En effet, par son statut de puissance géopolitique, située en pivot entre l’Asie et l’Amérique du Sud, l’Algérie pourrait renforcer son positionnement sur l’échiquier mondial et amorcer sa mue grâce au Brain drain en s’appuyant notamment sur sa diaspora. Sur le plan de l’innovation, le pays bénéficie de ce qu’on appelle l’avantage des retardataires en s’inspirant de l’expérience des deux géants technologiques (l’Inde et la Chine) qui ont réalisé un pas de géant en matière d’intégration et d’exportation des nouvelles technologies.
Pour ce faire il doit intensifier sa politique de développement de l’économie de la connaissance, des technologies numériques. A cette fin, le terrain est bien préparé depuis la création d’un Ministère de l’Economie de la Connaissance et des Startups. Un des atouts qui joue également en sa faveur est l’absence d’endettement extérieur, ce qui renforce sa souveraineté et consolide sa position de puissance économique émergente en Méditerranée.
Outre l’intérêt économique, l’Algérie pourrait également obtenir un succès diplomatique de taille par l’annonce de cette adhésion qui ferait l’effet d’une véritable campagne de marketing territorial pour le pays, ce qui pourrait quadrupler les IDE (Investissements Directs Etrangers)
Pourquoi les BRICS font rêver les pays émergents et font peur aux grandes puissances ?
L’enjeu majeur des BRICS est de créer une monnaie de référence qui viendrait menacer l’hégémonie du dollar américain.

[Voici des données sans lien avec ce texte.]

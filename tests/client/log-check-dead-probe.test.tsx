import { screen, waitFor, within } from '@testing-library/react';
import userEvent from '@testing-library/user-event';
import { afterEach, describe, expect, it, vi } from 'vitest';
import { syntheticLoggerLog } from '../../shared/generators/synthetic-logger-log';
import { deadThirdProbeSpec } from '../support/soak-logs';
import { csvFile } from './support/log-check-server';
import { renderLogCheckPage } from './support/render-log-check';

afterEach(() => vi.unstubAllGlobals());

function renderPage() {
  vi.spyOn(Element.prototype, 'scrollIntoView').mockImplementation(() => undefined);
  return renderLogCheckPage();
}

const deadThirdProbe = syntheticLoggerLog(deadThirdProbeSpec());

describe('a dead probe on the log check page', () => {
  it(
    'withholds the verdict until the tester confirms the probe dead, then judges without it and keeps the choice in the options',
    { timeout: 60_000 },
    async () => {
      const server = renderPage();
      const user = userEvent.setup();
      await user.upload(screen.getByLabelText('Logger file'), csvFile('dead-probe.csv', deadThirdProbe));
      await screen.findByText('Guessed from the header names — check it');

      await user.click(screen.getByRole('button', { name: 'Analyse' }));
      await screen.findByRole('heading', { name: 'Result' });
      expect(screen.getByText('Verdict withheld')).toBeTruthy();
      const confirm = screen.getByRole('button', { name: 'VRM 3 [°C] is dead: judge without it' });

      await user.click(confirm);
      await waitFor(() => expect(screen.queryByText('Verdict withheld')).toBeNull());
      // The second analysis was asked for with the probe confirmed dead, and the form shows the choice so it can be undone.
      const sent = JSON.parse(server.sent[server.sent.length - 1].fields.request);
      expect(sent.options.confirmedDeadProbes).toEqual(['VRM 3 [°C]']);
      expect(screen.getByText('Verdict')).toBeTruthy();
      expect(screen.queryByRole('button', { name: /is dead: judge without it/ })).toBeNull();
      const option = screen.getByLabelText('VRM 3 [°C] is a dead probe: judge the run without it');
      expect((option as HTMLInputElement).checked).toBe(true);
    },
  );
});

describe('the read panel before any analysis', () => {
  it('says when whole-second stamps repeat and will be spread', { timeout: 30_000 }, async () => {
    renderPage();
    const lines = ['Time,VRM 1 [°C]'];
    // 2 Hz with whole-second clock stamps, as some loggers write: two rows per stamp.
    for (let i = 0; i < 600; i++) {
      const second = Math.floor(i / 2);
      lines.push(
        `12:${String(Math.floor(second / 60)).padStart(2, '0')}:${String(second % 60).padStart(2, '0')},${40 + i / 100}`,
      );
    }
    const user = userEvent.setup();
    await user.upload(screen.getByLabelText('Logger file'), csvFile('two-hertz.csv', `${lines.join('\n')}\n`));
    const panel = (await screen.findByRole('heading', { name: 'How Benchwire read the file' })).closest('section')!;
    expect(within(panel).getByText(/The time stamps repeat: about 2 rows share each stamp/)).toBeTruthy();
  });
});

Après la seconde guerre mondiale, le système de Betton Woods définit les contours d’une nouvelle architecture financière mondiale fondée sur des accords signés par 44 pays en 1944. Cet accord organise le système monétaire mondial autour du dollar américain ; à cette date, une once d’or correspondait à 35 dollars (de nos jours elle correspond à plus de 1900 dollars). C’est un vrai changement de paradigme avec l’apparition de l’argent dette, situation qui plonge l’économie mondiale dans ce qu’on appelle le paradoxe de Triffin.
Par ailleurs, pour ne pas perdre leur hégémonie, les Etats Unis avec le Président Nixon suspendent, en 1971, la convertibilité du dollar en or. Depuis, le monde vit au rythme des variations de la valeur du dollar. Le plus dangereux est que les Etats Unis exportent leur inflation au reste du monde.
Autre contrainte : l’utilisation du billet vert inflige à toute personne morale ou physique qui l’utilise pour ses transactions le principe d’extraterritorialité, c’est à dire l’export du droit juridique sur le dollar américain pour les pays qui l’utilisent. Les BRICS veulent mettre fin à cette logique hégémonique et créer ainsi une nouvelle monnaie de référence adossée à l’or. Pour ce faire, les pays membres ont augmenté considérablement leurs réserves en or :la Chine 300%, La Russie 350%, le Brésil 270%, l’Inde de 128%.
A titre comparatif les réserves des pays du G7 ont diminué ces dernières années.
Quelles sont les conditions d’adhésion aux BRICS ?
Elles seront fixées en juin 2023 au cours du sommet du groupe en Afrique du Sud. En attendant, la Chine et la Russie ont salué la démarche de l’Algérie de rejoindre les BRICS.